Баника, конечно, была раем, и, как в любом уважающем себя раю, здесь существовал запретный плод, во всяком случае для срочнослужащих — медицинские сестры.
— Здесь нет ничего личного, — объяснил мне санитар, рассказавший грустную историю Дитя, — просто они женщины, а женщины здесь могут принести только несчастье. От них слишком много неприятностей. — Он сделал паузу и продолжил: — Знаешь, когда мы прибыли на Банику, здесь не было никаких медицинских сестер. Только доктора и мы. — Он тяжело вздох-пул. — Хорошее было время. Доктора всегда делились с нами полученным спиртным, да и всем остальным тоже. Мы жили как одна большая семья. Еда была отличной, и доктора не обижали. Они никогда не пользовались служебным положением. Мы и так все исполняли. Мы отлично уживались вместе. — Он еще раз вздохнул, и его лицо заметно помрачнело. — А потом прибыли медсестры, и все сразу переменилось. Мы стали плохими парнями. Больше не было хорошей выпивки, еды и дружелюбной атмосферы. Сестры говорили только с докторами, а доктора — с Богом. Беда в том, что работы не стало меньше, и она не стала легче. Более того, она стала тяжелее, и намного. А посмотрите, во что сестры превратили базу! Для них возвели настоящее укрепление, которое теперь охраняет чуть ли не батальон военной полиции. Представь, что чувствуют простые парни вроде нас, когда видят офицера, раскатывающего в джипе с медицинской сестрой? У него же в кобуре пистолет! Что это значит? А то, черт возьми, что он собирается защищать честь этой женщины от посягательств черни, то есть нас! Мы — главные враги, которых нужно опасаться! — Его голос звенел от обиды. — Это безумие! Это неправильно! Несправедливо! Женщинам здесь нечего делать! Если нельзя прислать сюда женщин для каждого, пусть все сидят дома!

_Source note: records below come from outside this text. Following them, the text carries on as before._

class EventView:
    """The live view of :func:`run_measurement` turned into events for ``events``.

    ``meter`` events carry the input peak and RMS (dBFS, of the latest audio
    block) and the fraction done of the current capture, about 20 a second.
    """

    def __init__(self, events: Events, say: Callable[[str], None] | None = None) -> None:
        self.events = events
        self.sensitivity_dbfs: float | None = None
        self._say = say
        self._label = ""

    def __enter__(self) -> EventView:
        return self

    def __exit__(self, *exc: Any) -> None:
        return None

    def say(self, text: str) -> None:
        if self._say is not None:
            self._say(text)
        self.events({"type": "say", "text": text})

    def start(self, label: str, duration_s: float) -> None:
        self._label = label
        self.events({"type": "capture", "label": label, "duration_s": round(duration_s, 3)})

    def update(self, fraction: float, peak_dbfs: float, rms_dbfs: float) -> None:
        self.events(
            {
                "type": "meter",
                "label": self._label,
                "fraction": round(float(fraction), 4),
                "peak_dbfs": round(float(peak_dbfs), 2),
                "rms_dbfs": round(float(rms_dbfs), 2),
            }
        )

    def stop(self) -> None:
        self.events({"type": "capture_done", "label": self._label})


def _finish_through(ms: MeasureSettings, out: Path, record: dict, thru: dict | None, say) -> None:
    if thru is None:
        return
    record["through"]["check"] = through_summary(ms, out, record, thru, say)
    write_record(out / RECORD_NAME, record)


def measure_into(
    ms: MeasureSettings,
    out: str | Path,
    *,
    through: str | Path | None = None,
    **kw: Any,
) -> dict:
    """Measure into a plain output folder (``roomcorr measure --out``).

    ``through`` names a design folder whose filters the sweeps are played
    through; the comparison with its prediction is added to the record. Other
    keywords go to :func:`run_measurement`. Returns the record.
    """
    out = Path(out)
    thru = load_through(through, ms.sample_rate, len(ms.outputs)) if through else None
    record = run_measurement(ms, out, through=thru, **kw)
    _finish_through(ms, out, record, thru, kw.get("say", print))
    return record


def unfinished_measurement(room: rooms.Room) -> Path | None:
    """The room's latest measurement run when it is unfinished (for resuming), else None."""
    runs = rooms.list_runs(room, "measurement")
    return runs[-1].path if runs and not runs[-1].complete else None


def measure_in_room(
    room: rooms.Room,
    ms: MeasureSettings,
    *,
    events: Events | None = None,
    stop: threading.Event | None = None,
    answer: Callable[[str], str] | None = None,
    say: Callable[[str], None] | None = None,
    view: Any = None,
    resume: bool = False,
    yes: bool = False,
    force: bool = False,
    through: str | Path | None = None,
    need_acknowledged: bool = False,
) -> dict[str, Any]:
    """Measure into a new measurement run of ``room``.

    Parameters
    ----------
    room : Room
    ms : MeasureSettings
        Checked again here (the level cap included).
    events : callable, optional
        Receives every step as a dict (see the module docstring); ``meter``
        events come about 20 times a second while sound plays. The final
        ``finished``/``stopped``/``failed`` event is sent by the caller's
        :class:`MeasureJob`, or not at all here.
    stop : threading.Event, optional
        Set it to silence the output at once and end the run.
    answer : callable, optional
        Asked each prompt's text (place the microphone; repeat, skip or quit
        after a failed check); returns the reply (``""``, ``"r"``, ``"s"``,
        ``"q"``). Default: the terminal's ``input``.
    say : callable, optional
        Each line of text (default ``print``; with ``events`` they are also sent).
    view : LiveView, optional
        The terminal's live view (the command line); overrides the events view.
    resume : bool
        Continue the room's unfinished latest run: its finished positions are
        copied into the new run (the unfinished one is left as it is).
    yes, force, through
        As ``roomcorr measure --yes``, ``--force``, ``--through``.
    need_acknowledged : bool
        Refuse unless the cautions were acknowledged in this room (the app).

    Returns
    -------
    dict
        ``{"run_id", "run_dir", "positions_saved", "record"}``.
    """
    ms.validate()
    if need_acknowledged:
        require_acknowledged(room)
    unfinished = None
    if resume:
        unfinished = unfinished_measurement(room)
        if unfinished is None:
            raise SettingsError(
                f"{room.root}: the latest measurement is complete; nothing to resume"
            )
    thru = load_through(through, ms.sample_rate, len(ms.outputs)) if through else None
    say_fn = say if say is not None else print
    if view is None and events is not None:
        view = EventView(events, say)
        say_fn = view.say
    elif view is not None:
        say_fn = view.say
    tell = events if events is not None else None
    with rooms.new_run(room, "measurement") as run_dir:
        if tell is not None:
            tell(
                {
                    "type": "started",
                    "run_id": run_dir.name,
                    "positions": ms.positions,
                    "outputs": list(ms.outputs),
                    "names": list(ms.names) if ms.names else None,
                    "level_dbfs": ms.level_dbfs,
                }
            )
        if unfinished is not None:  # the unfinished run stays as it is; its work is copied
            copy_unfinished(unfinished, run_dir)
        record = run_measurement(
            ms,
            run_dir,
            yes=yes,
            force=force,
            replace=False,
            resume=unfinished is not None,
            say=say_fn,
            ask=answer if answer is not None else input,
            view=view,
            through=thru,
            stop=stop,
            notify=tell,
        )
        _finish_through(ms, run_dir, record, thru, say_fn)
    saved = sum(1 for p in record["positions"] if p.get("file"))
    return {
        "run_id": run_dir.name,
        "run_dir": run_dir,
        "positions_saved": saved,
        "record": record,
    }


# --------------------------------------------------------------------------- a job (app)

#: Replies a prompt accepts, by the page's button.
ANSWERS = {"continue": "", "repeat": "r", "skip": "s", "quit": "q"}

_JOBS: weakref.WeakSet[MeasureJob] = weakref.WeakSet()


def stop_all(timeout_s: float = 5.0) -> None:
    """Stop every running :class:`MeasureJob` of this process (the app is shutting down)."""
    jobs = [j for j in list(_JOBS) if j.running()]
    for job in jobs:
        job.stop()
    for job in jobs:
        job.wait(timeout_s)


class MeasureJob:
    """One measurement running in a thread (the browser app's Start, Stop and prompts).

    Parameters
    ----------
    room : Room
    ms : MeasureSettings
    events : callable
        Receives every event of :func:`measure_in_room` plus ``prompt``
        (``{"text", "choices"}``), then one of ``finished`` (``run_id``,
        ``positions_saved``), ``stopped`` or ``failed`` (``error``).
    resume : bool
    """

    def __init__(
        self, room: rooms.Room, ms: MeasureSettings, events: Events, resume: bool = False
    ) -> None:
        self.room = room
        self.ms = ms
        self.events = events
        self.resume = resume
        self.stop_event = threading.Event()
        self.replies: queue.Queue[str] = queue.Queue()
        self.thread: threading.Thread | None = None
        self.prompt: dict[str, Any] | None = None
        self.state = "idle"
        self.result: dict[str, Any] | None = None

    def running(self) -> bool:
        return self.thread is not None and self.thread.is_alive()

    def start(self) -> None:
        """Check the cautions' acknowledgement and the settings, then start the thread."""
        require_acknowledged(self.room)
        self.ms.validate()
        self.state = "running"
        self.thread = threading.Thread(target=self._run, name="roomcorr-measure", daemon=True)
        _JOBS.add(self)
        self.thread.start()

    def _ask(self, text: str) -> str:
        choices = ["repeat", "skip", "quit"] if "[r]epeat" in text else ["continue", "quit"]
        self.prompt = {"type": "prompt", "text": text.strip(), "choices": choices}
        self.events(self.prompt)
        try:
            while True:
                if self.stop_event.is_set():
                    raise capture.Stopped("stopped at a prompt")
                try:
                    reply = self.replies.get(timeout=0.1)
                except queue.Empty:
                    continue
                if reply == "quit":
                    raise capture.Stopped("quit at a prompt")
                if reply in choices:
                    return ANSWERS[reply]
        finally:
            self.prompt = None

    def answer(self, reply: str) -> None:
        """Answer the open prompt (``continue``, ``repeat``, ``skip`` or ``quit``)."""
        if reply not in ANSWERS:
            raise SettingsError(f"answer {reply!r}: use one of {sorted(ANSWERS)}")
        if not self.running() or self.prompt is None:
            raise SettingsError("no question is waiting for an answer")
        if reply not in self.prompt["choices"]:
            raise SettingsError(f"answer {reply!r}: this question takes {self.prompt['choices']}")
        self.replies.put(reply)

    def stop(self) -> None:
        """Silence the output at once and end the run (the thread finishes by itself)."""
        self.stop_event.set()

    def wait(self, timeout: float | None = None) -> None:
        if self.thread is not None:
            self.thread.join(timeout)

    def _run(self) -> None:
        try:
            res = measure_in_room(
                self.room,
                self.ms,
                events=self.events,
                stop=self.stop_event,
                answer=self._ask,
                say=lambda text: None,
                resume=self.resume,
                need_acknowledged=True,
            )
        except capture.Stopped:
            self.state = "stopped"
            self.events(
                {
                    "type": "stopped",
                    "resumable": unfinished_measurement(self.room) is not None,
                }
            )
        except RoomcorrError as exc:
            self.state = "failed"
            self.events({"type": "failed", "error": " ".join(str(exc).split())})
        except Exception as exc:  # noqa: BLE001 - the page must hear of any failure
            self.state = "failed"
            self.events({"type": "failed", "error": f"{type(exc).__name__}: {exc}"})
        else:
            self.state = "finished"
            self.result = {"run_id": res["run_id"], "positions_saved": res["positions_saved"]}
            self.events({"type": "finished", **self.result})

* * *В госпитале была приличная библиотека, и чтение стало моим отдохновением. Я проглатывал по две-три книги в день, пренебрегая вечерними киносеансами. Часто, когда выключали свет, я продолжал читать, сидя в туалете.

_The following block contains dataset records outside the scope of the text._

def test_compare_default_last_two_with_filter_fit(room: R.Room):
    m1 = _measure(room, room_set(SPK_L, SPK_R, C20))
    _design(room, m1)
    # Gain-only change of the right loudspeaker (-3 dB): the level change is
    # recovered; each channel's correction still fits its shape (the level is
    # arbitrary), but the old level trims no longer balance the pair: re-design.
    m2 = _measure(room, room_set(SPK_L, SPK_R, C20, gain_r=10 ** (-3 / 20)))
    res = compare_measurements(room=room)
    # runs are named by their place in the room, not by absolute paths
    assert (res["before"], res["after"]) == (f"measurements/{m1.name}", f"measurements/{m2.name}")
    right = res["channels"][1]
    assert right["name"] == "right"
    assert right["level_change_db"] == pytest.approx(-3.0, abs=0.5)
    assert abs(right["distance_change_m"]) < 0.02
    fit = res["filter_fit"]
    assert fit["available"] and fit["made_from"] == m1.name
    for ch in fit["channels"]:
        assert ch["old_rms_db"] == pytest.approx(ch["fresh_rms_db"], abs=0.2)
        assert ch["still_fit"]
    assert fit["verdict"] == "re-design" and not fit["still_fit"]
    assert any("level of" in r and "trims" in r for r in fit["reasons"])
    trims = {c["name"]: c["trim_change_db"] for c in fit["system"]["channels"]}
    # the right is 3 dB quieter now: a fresh design trims the left 3 dB more
    assert trims["left"] - trims["right"] == pytest.approx(-3.0, abs=0.3)


def test_compare_moved_speaker_with_run_ids_and_temperature(room: R.Room):
    moved = SPK_R + np.array([0.0, -0.5, 0.0])
    c = speed_of_sound_m_s(30.0)
    m1 = _measure(room, room_set(SPK_L, SPK_R, c))
    _design(room, m1)
    m2 = _measure(room, room_set(SPK_L, moved, c))
    from test_compare import MICS

    want = np.mean([np.linalg.norm(moved - mic) - np.linalg.norm(SPK_R - mic) for mic in MICS])
    res = compare_measurements(m1.name, m2.name, room=room, temperature_c=30.0)
    assert res["channels"][1]["distance_change_m"] == pytest.approx(want, abs=0.02)
    assert res["speed_of_sound_m_s"] == pytest.approx(c, abs=1e-3)
    assert res["filter_fit"]["available"]
    right_fit = res["filter_fit"]["channels"][1]
    assert right_fit["old_rms_db"] > right_fit["fresh_rms_db"]  # a fresh design fits better


def test_compare_needs_two_measurements(room: R.Room):
    _measure(room, room_set(SPK_L, SPK_R, C20))
    with pytest.raises(InputFileError, match="compare needs two"):
        compare_measurements(room=room)
    with pytest.raises(InputFileError, match="no such"):
        compare_measurements("nope-a", "nope-b", room=room)


def test_text_output_names_the_figures(room: R.Room):
    m1 = _measure(room, room_set(SPK_L, SPK_R, C20), note="first")
    _design(room, m1)
    _measure(room, room_set(SPK_L, SPK_R + np.array([0.0, -0.3, 0.0]), C20))
    with R.new_run(room, "measurement"):
        pass  # an empty run is still a complete run folder, with no IR files ...
    hist = history(room)
    text = "\n".join(format_history(hist, R.room_name(room)))
    assert text.startswith("Room lounge: 4 run(s)")
    assert "from measurement " + m1.name in text and "(first)" in text
    assert "3 position(s) x 2 channel(s), 48000 Hz" in text
    assert "problem:" in text  # ... which history reports instead of failing
    runs = R.list_runs(room, "measurement", include_incomplete=False)
    res = compare_measurements(runs[0].path, runs[1].path, room=room)
    out = "\n".join(format_comparison(res))
    assert "ISO 9613-1" in out and "right:" in out and "distance +0.2" in out
    assert "filter check against" in out
    json.dumps(res)  # plain JSON types only


def test_new_run_folder_starts_empty_and_records_settings(room: R.Room):
    start = room.settings_path.read_bytes()
    with R.new_run(room, "measurement") as d:
        assert list(d.iterdir()) == []  # writers that insist on an empty folder accept it
        room.settings_path.write_bytes(start.replace(b"max_cut_db = 15.0", b"max_cut_db = 9.0"))
        write_wav(d / "pos1.wav", np.ones((2, 4800)) * 0.1, FS)
    assert (d / R.SETTINGS_SNAPSHOT).read_bytes() == start  # as at the start of the run
    import hashlib

    marker = json.loads((d / R.COMPLETE_MARKER).read_text())
    assert marker["room_settings_sha256"] == hashlib.sha256(start).hexdigest()


# ---------------------------------------------------------------- command line (as a user runs it)


def _cli(*args: str, cwd: Path) -> subprocess.CompletedProcess:
    return subprocess.run(
        [sys.executable, "-m", "roomcorr", *args],
        cwd=cwd,
        env=_env(),
        capture_output=True,
        text=True,
        timeout=300,
    )


def test_cli_init_history_compare(tmp_path: Path):
    r = _cli("init", "den", "--name", "den at the back", cwd=tmp_path)
    assert r.returncode == 0, r.stderr
    assert (tmp_path / "den" / R.SETTINGS_FILE).is_file()
    again = _cli("init", "den", cwd=tmp_path)
    assert again.returncode == 2
    assert again.stderr.count("\n") == 1 and "already a room folder" in again.stderr

    room = R.open_room(tmp_path / "den")
    moved = SPK_L + np.array([0.0, 0.25, 0.0])
    _measure(room, room_set(SPK_L, SPK_R, C20))
    _measure(room, room_set(moved, SPK_R, C20, gain_r=10 ** (-2 / 20)))

    h = _cli("history", cwd=room.root / "measurements")  # from inside: found by walking up
    assert h.returncode == 0, h.stderr
    assert "Room den at the back: 2 run(s)" in h.stdout

    c = _cli("compare", "--json", "--temperature", "30", "--plot", "cmp.png", cwd=room.root)
    assert c.returncode == 0, c.stderr
    doc = json.loads(c.stdout)  # stdout holds only the JSON document
    assert (room.root / "cmp.png").read_bytes()[:4] == b"\x89PNG"
    assert "curves" not in doc["channels"][0]
    from test_compare import MICS

    # The model room was made with c at 20 °C; at 30 °C roomcorr converts the
    # same arrival change with c(30 °C), so the distance scales by c30 / c20.
    c30 = speed_of_sound_m_s(30.0)
    assert doc["speed_of_sound_m_s"] == pytest.approx(c30, abs=1e-3)
    want = np.mean([np.linalg.norm(moved - m) - np.linalg.norm(SPK_L - m) for m in MICS])
    left, right = doc["channels"]
    assert left["arrival_change_ms"] == pytest.approx(want / C20 * 1e3, abs=0.02 / C20 * 1e3)
    assert left["distance_change_m"] == pytest.approx(want * c30 / C20, abs=0.02)
    assert right["level_change_db"] == pytest.approx(-2.0, abs=0.5)
    assert doc["filter_fit"]["available"] is False  # no design yet, and it says so


def test_cli_errors_are_one_line(tmp_path: Path):
    r = _cli("compare", cwd=tmp_path)
    assert r.returncode == 2 and "roomcorr init" in r.stderr and r.stderr.count("\n") == 1
    r = _cli("compare", "only-one", cwd=tmp_path)
    assert r.returncode == 2 and "both A and B" in r.stderr
    r = _cli("history", str(tmp_path), cwd=tmp_path)
    assert r.returncode == 2 and "not inside a room folder" in r.stderr


def test_design_source_from_the_manifest_file_list(room: R.Room):
    # A design command that records its inputs only in manifest.json (the
    # "measurements" file list) is still traced back to its measurement run.
    from roomcorr.audio_io import read_ir_set
    from roomcorr.deliver.export import write_design
    from roomcorr.pipeline import run_design

    m1 = _measure(room, room_set(SPK_L, SPK_R, C20))
    m2 = _measure(room, room_set(SPK_L, SPK_R, C20, gain_r=0.5))
    settings = R.load_room_settings(room)
    settings.design.sample_rates = (48000,)
    irs, fs, files = read_ir_set(R.measurement_files(m1))
    with R.new_run(room, "design") as d:
        write_design(
            run_design(irs, fs, settings), d, extra={"measurements": [str(f) for f in files]}
        )
    assert history(room)[-1]["source"] == m1.name
    res = compare_measurements(m1, m2, room=room)
    assert res["filter_fit"]["design"] == d.name  # by run id, not by absolute path


def test_compare_accepts_lists_of_files(tmp_path: Path):
    a_dir, b_dir = tmp_path / "a", tmp_path / "b"
    a_dir.mkdir()
    b_dir.mkdir()
    moved = SPK_R + np.array([0.0, -0.2, 0.0])
    _write_set(a_dir, room_set(SPK_L, SPK_R, C20))
    _write_set(b_dir, room_set(SPK_L, moved, C20))
    whole = compare_measurements(a_dir, b_dir, fit_check=False)
    files_b = R.measurement_files(b_dir)
    listed = compare_measurements(
        ",".join(str(f) for f in R.measurement_files(a_dir)),
        [str(f) for f in files_b],
        fit_check=False,
    )
    assert listed["after_files"] == [str(f) for f in files_b]
    for x, y in zip(whole["channels"], listed["channels"], strict=True):
        assert x["distance_change_m"] == y["distance_change_m"]
    assert whole["temperature_c"] == 20.0  # no room: the default temperature


def test_comparison_plot_png(tmp_path: Path):
    a_dir, b_dir = tmp_path / "a", tmp_path / "b"
    a_dir.mkdir()
    b_dir.mkdir()
    _write_set(a_dir, room_set(SPK_L, SPK_R, C20))
    _write_set(b_dir, room_set(SPK_L, SPK_R + np.array([0.0, -0.3, 0.0]), C20))
    res = compare_measurements(a_dir, b_dir, fit_check=False, with_curves=True)
    out = write_comparison_plot(res, tmp_path / "cmp.png")
    data = out.read_bytes()
    assert data[:8] == b"\x89PNG\r\n\x1a\n"  # PNG signature (PNG specification, 5.2)
    import matplotlib.image as mpimg

    img = mpimg.imread(out)
    assert img.shape[0] > 300 and img.shape[1] > 600
    assert float(np.std(img[..., :3])) > 0.05  # not blank
    with pytest.raises(OutputError, match=r"\.png"):
        write_comparison_plot(res, tmp_path / "cmp.jpg")
    with pytest.raises(ValueError, match="with_curves"):
        comparison_png(compare_measurements(a_dir, b_dir, fit_check=False))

Но, в конце концов, удовлетворив потребность к чтению, поначалу казавшуюся мне ненасытной, я все-таки пошел в кино. В моей душе пробудилось некое новое чувство, нечто сродни стыду. Меня начала угнетать праздность моей жизни в госпитале. Я начал сравнивать свое безбедное существование со спартанским режимом моих товарищей на Павуву и сам удивился, ощутив презрение к себе. Мой протест против несправедливой лотереи исчез, и я уже начал забывать истинные причины своего побега в госпиталь.